- _What needs to be done_: Every line of the entries below that includes "legend" belongs in the answer, copied as written.

Start of Block

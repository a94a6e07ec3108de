import { Circle, G, Line, Path, Rect, Svg, Text } from "@react-pdf/renderer";
import type { BandBarsGeometry } from "@/lib/plots/band-bars-geometry";
import type { CartesianFrame } from "@/lib/plots/cartesian-frame";
import type { FrequencyResponseGeometry } from "@/lib/plots/frequency-response-geometry";
import type { ModeSpectrumGeometry } from "@/lib/plots/mode-spectrum-geometry";
import { markerPath } from "@/lib/plots/markers";
import { INK } from "@/lib/plots/palette";
import type { PlanGeometry } from "../plan";
import { SANS } from "./fonts";
import { C } from "./theme";

/** Width the plots take on the page, pt (their geometry is laid out at 620 px and scaled). */
export const PLOT_PT = 487;

const font = { fontFamily: SANS[0], fontSize: 10.5, fill: C.soft } as const;

/** A plot drawn at the report's plot width, scaled from the geometry's own pixel size. */
function PlotSvg({ g, children }: { g: { width: number; height: number }; children: React.ReactNode }) {
  return (
    <Svg width={PLOT_PT} height={(PLOT_PT * g.height) / g.width} viewBox={`0 0 ${g.width} ${g.height}`}>
      {children}
    </Svg>
  );
}

function Frame({ g, children }: { g: CartesianFrame; children: React.ReactNode }) {
  const { area, xAxis, yAxis, legend } = g;
  return (
    <G>
      <G transform={`translate(${area.x}, ${area.y})`}>
        {yAxis.ticks.map((t, i) => (
          <Line key={`gy${i}`} x1={0} x2={area.width} y1={t.pos} y2={t.pos} stroke={C.line} strokeWidth={0.7} />
        ))}
        {xAxis.ticks.map((t, i) => (
          <Line key={`gx${i}`} x1={t.pos} x2={t.pos} y1={0} y2={area.height} stroke={C.line} strokeWidth={t.major ? 0.7 : 0.35} />
        ))}
        {children}
        <Line x1={0} x2={area.width} y1={area.height} y2={area.height} stroke={C.ink} strokeWidth={0.9} />
        <Line x1={0} x2={0} y1={0} y2={area.height} stroke={C.ink} strokeWidth={0.9} />
        {xAxis.ticks.map((t, i) => (
          <G key={`tx${i}`}>
            <Line x1={t.pos} x2={t.pos} y1={area.height} y2={area.height + (t.major ? 5 : 3)} stroke={C.ink} strokeWidth={0.7} />
            {t.label ? (
              <Text x={t.pos} y={area.height + 17} textAnchor="middle" style={font}>
                {t.label}
              </Text>
            ) : null}
          </G>
        ))}
        {yAxis.ticks.map((t, i) => (
          <G key={`ty${i}`}>
            <Line x1={-5} x2={0} y1={t.pos} y2={t.pos} stroke={C.ink} strokeWidth={0.7} />
            <Text x={-8} y={t.pos + 3.6} textAnchor="end" style={font}>
              {t.label}
            </Text>
          </G>
        ))}
        <Text x={area.width / 2} y={area.height + 33} textAnchor="middle" style={{ ...font, fill: C.ink }}>
          {xAxis.title}
        </Text>
      </G>
      <Text x={0} y={0} transform={`translate(11, ${area.y + area.height / 2}) rotate(-90)`} textAnchor="middle" style={{ ...font, fill: C.ink }}>
        {yAxis.title}
      </Text>
      <G transform={`translate(${legend.x}, ${legend.y})`}>
        {legend.items.map((it, i) => (
          <G key={`lg${i}`} transform={`translate(${it.x}, ${it.y})`}>
            {it.kind === "box" ? (
              <Rect x={0} y={-5} width={26} height={10} fill={it.colour} fillOpacity={it.fillOpacity ?? 1} stroke={it.colour} strokeWidth={0.8} strokeDasharray={it.dash || undefined} />
            ) : it.kind === "marker" && it.marker ? (
              <Path d={markerPath(it.marker, 8)} transform="translate(13, 0)" fill={it.marker === "cross" || it.marker === "plus" ? "none" : it.colour} stroke={it.colour} strokeWidth={1.2} />
            ) : (
              <Line x1={0} x2={26} y1={0} y2={0} stroke={it.colour} strokeWidth={2} strokeDasharray={it.dash || undefined} />
            )}
            <Text x={32} y={3.8} style={{ ...font, fill: C.ink }}>
              {it.label}
            </Text>
          </G>
        ))}
      </G>
    </G>
  );
}

/** A frequency-response plot (modal response, α curve) from lib/plots geometry. */
export function ResponsePlot({ g }: { g: FrequencyResponseGeometry }) {
  return (
    <PlotSvg g={g}>
      <Frame g={g}>
        {g.band ? (
          <G>
            <Rect x={g.band.x0} y={0} width={g.band.x1 - g.band.x0} height={g.area.height} fill={C.tint} />
            <Text x={g.band.labelX} y={g.band.labelY} style={{ ...font, fontSize: 9.5 }}>
              {g.band.label}
            </Text>
          </G>
        ) : null}
        {g.markerLines.map((m, i) => (
          <G key={`m${i}`}>
            <Line x1={m.x} x2={m.x} y1={0} y2={g.area.height} stroke={C.accent} strokeWidth={1} strokeDasharray="3 2" />
            <Text x={m.labelX} y={m.labelY} textAnchor={m.anchor} style={{ ...font, fill: C.accent, fontSize: 9.5 }}>
              {m.label}
            </Text>
          </G>
        ))}
        {g.series.map((se, i) => (
          <G key={`s${i}`}>
            <Path d={se.path} stroke={se.style.colour} strokeWidth={1.7} fill="none" strokeDasharray={se.style.dash || undefined} />
            {se.markers.map((mk, k) => (
              <Path key={k} d={mk.path} transform={`translate(${mk.x}, ${mk.y})`} fill={mk.hollow ? "#ffffff" : mk.colour} stroke={mk.colour} strokeWidth={1} />
            ))}
          </G>
        ))}
      </Frame>
    </PlotSvg>
  );
}

/** RT60 per band: bars for each scenario, the shaded target and verdict shapes. */
export function BandBarsPlot({ g }: { g: BandBarsGeometry }) {
  return (
    <PlotSvg g={g}>
      <Frame g={g}>
        {g.targetArea ? <Path d={g.targetArea} fill={INK.kiln} fillOpacity={0.16} stroke="none" /> : null}
        {g.targetLine ? <Path d={g.targetLine} stroke={C.accent} strokeWidth={1} strokeDasharray="4 3" fill="none" /> : null}
        {g.bars.map((b, i) => (
          <G key={`b${i}`}>
            <Rect x={b.x} y={b.y} width={b.width} height={b.height} fill={g.styles[b.scenario]!.colour} fillOpacity={0.35} stroke={g.styles[b.scenario]!.colour} strokeWidth={0.8} />
            {b.hatch ? <Path d={b.hatch} stroke={g.styles[b.scenario]!.colour} strokeWidth={0.7} fill="none" /> : null}
          </G>
        ))}
        {g.steps.map((st, i) => (
          <Path key={`st${i}`} d={st.path} stroke={g.styles[st.scenario]!.colour} strokeWidth={1.6} fill="none" />
        ))}
        {g.verdictMarkers.map((mk, i) => (
          <Path key={`v${i}`} d={mk.path} transform={`translate(${mk.x}, ${mk.y})`} fill={mk.shape === "cross" ? "none" : mk.colour} stroke={mk.colour} strokeWidth={1.2} />
        ))}
      </Frame>
    </PlotSvg>
  );
}

/** Mode spectrum: three lanes of stems (axial, tangential, oblique). */
export function ModeSpectrumPlot({ g }: { g: ModeSpectrumGeometry }) {
  return (
    <PlotSvg g={g}>
      <G>
        <G transform={`translate(${g.area.x}, ${g.area.y})`}>
          {g.xAxis.ticks.map((t, i) => (
            <Line key={`gx${i}`} x1={t.pos} x2={t.pos} y1={0} y2={g.area.height} stroke={C.line} strokeWidth={t.major ? 0.7 : 0.35} />
          ))}
          {g.lanes.map((l, i) => (
            <G key={`l${i}`}>
              {i > 0 ? <Line x1={0} x2={g.area.width} y1={l.y0} y2={l.y0} stroke={C.line} strokeWidth={0.7} /> : null}
              <Text x={-8} y={(l.y0 + l.y1) / 2 + 3.6} textAnchor="end" style={font}>
                {l.label}
              </Text>
            </G>
          ))}
          {g.stems.map((st, i) => {
            const lane = g.lanes.find((l) => l.kind === st.kind)!;
            return (
              <G key={`st${i}`}>
                {st.bar ? <Rect x={st.bar.x0} y={st.bar.y} width={Math.max(0.5, st.bar.x1 - st.bar.x0)} height={st.bar.height} fill={lane.style.colour} fillOpacity={0.18} /> : null}
                <Line x1={st.x} x2={st.x} y1={st.yTop} y2={st.yBottom} stroke={lane.style.colour} strokeWidth={1.3} strokeDasharray={lane.style.dash || undefined} />
                <Path d={lane.markerPath} transform={`translate(${st.x}, ${st.yTop})`} fill={lane.style.colour} stroke={lane.style.colour} strokeWidth={0.8} />
              </G>
            );
          })}
          {g.markerLines.map((m, i) => (
            <G key={`m${i}`}>
              <Line x1={m.x} x2={m.x} y1={0} y2={g.area.height} stroke={C.accent} strokeWidth={1} strokeDasharray="3 2" />
              <Text x={m.labelX} y={m.labelY} textAnchor={m.anchor} style={{ ...font, fill: C.accent, fontSize: 9.5 }}>
                {m.label}
              </Text>
            </G>
          ))}
          <Line x1={0} x2={g.area.width} y1={g.area.height} y2={g.area.height} stroke={C.ink} strokeWidth={0.9} />
          {g.xAxis.ticks.map((t, i) => (
            <G key={`tx${i}`}>
              <Line x1={t.pos} x2={t.pos} y1={g.area.height} y2={g.area.height + (t.major ? 5 : 3)} stroke={C.ink} strokeWidth={0.7} />
              {t.label ? (
                <Text x={t.pos} y={g.area.height + 17} textAnchor="middle" style={font}>
                  {t.label}
                </Text>
              ) : null}
            </G>
          ))}
          <Text x={g.area.width / 2} y={g.area.height + 33} textAnchor="middle" style={{ ...font, fill: C.ink }}>
            {g.xAxis.title}
          </Text>
        </G>
      </G>
    </PlotSvg>
  );
}

/** The plan of the room with seats, sources and treatment. */
export function PlanDrawing({ g }: { g: PlanGeometry }) {
  const lab = { fontFamily: SANS[0], fontSize: 7, fill: C.soft } as const;
  return (
    <Svg width={g.width} height={g.height} viewBox={`0 0 ${g.width} ${g.height}`}>
      <Rect x={g.room.x} y={g.room.y} width={g.room.width} height={g.room.height} fill={C.tint} stroke={C.ink} strokeWidth={1.6} />
      {g.items
        .filter((i) => i.kind === "floor" || i.kind === "ceiling" || i.kind === "edge")
        .map((i, k) => (
          <Path key={`a${k}`} d={i.path} fill={C.accentSoft} fillOpacity={0.5} stroke={C.accent} strokeWidth={0.8} strokeDasharray={i.kind === "floor" ? undefined : "3 2"} />
        ))}
      {g.items
        .filter((i) => i.kind === "wall" || i.kind === "corner")
        .map((i, k) => (
          <Path key={`w${k}`} d={i.path} fill={C.accent} stroke={C.accent} strokeWidth={0.6} />
        ))}
      {g.items.map((i, k) => (
        <Text key={`il${k}`} x={i.labelX} y={i.labelY} textAnchor="middle" style={{ ...lab, fill: C.accent, fontSize: 7.5 }}>
          {i.label}
        </Text>
      ))}
      {g.sources.map((src, k) =>
        src.kind === "subwoofer" ? (
          <G key={`src${k}`}>
            <Rect x={src.x - 5} y={src.y - 5} width={10} height={10} fill={C.ink} />
            <Text x={src.x} y={src.y + 13} textAnchor="middle" style={lab}>
              {src.label}
            </Text>
          </G>
        ) : (
          <G key={`src${k}`}>
            <Path d={`M${src.x},${src.y + 5.5}L${src.x - 5.5},${src.y - 4}L${src.x + 5.5},${src.y - 4}Z`} fill={C.ink} />
            <Text x={src.x} y={src.y + 14} textAnchor="middle" style={lab}>
              {src.label}
            </Text>
          </G>
        ),
      )}
      {g.seats.map((seat, k) => (
        <G key={`seat${k}`}>
          <Circle cx={seat.x} cy={seat.y} r={4.2} fill={seat.isMain ? C.ink : "#ffffff"} stroke={C.ink} strokeWidth={1.1} />
          <Text x={seat.x} y={seat.y + 12} textAnchor="middle" style={lab}>
            {seat.label}
          </Text>
        </G>
      ))}
      <Text x={g.frontLabel.x} y={g.frontLabel.y} textAnchor="middle" style={{ ...lab, fontSize: 7.5, fill: C.ink }}>
        {g.frontLabel.text}
      </Text>
      <Text x={g.widthLabel.x} y={g.widthLabel.y} textAnchor="middle" style={{ ...lab, fontSize: 8, fill: C.ink }}>
        {g.widthLabel.text}
      </Text>
      <Text x={0} y={0} transform={`translate(${g.lengthLabel.x}, ${g.lengthLabel.y}) rotate(-90)`} textAnchor="middle" style={{ ...lab, fontSize: 8, fill: C.ink }}>
        {g.lengthLabel.text}
      </Text>
    </Svg>
  );
}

End of Block

- _Exercise response_:
  const { area, xAxis, yAxis, legend } = g;
      <G transform={`translate(${legend.x}, ${legend.y})`}>
        {legend.items.map((it, i) => (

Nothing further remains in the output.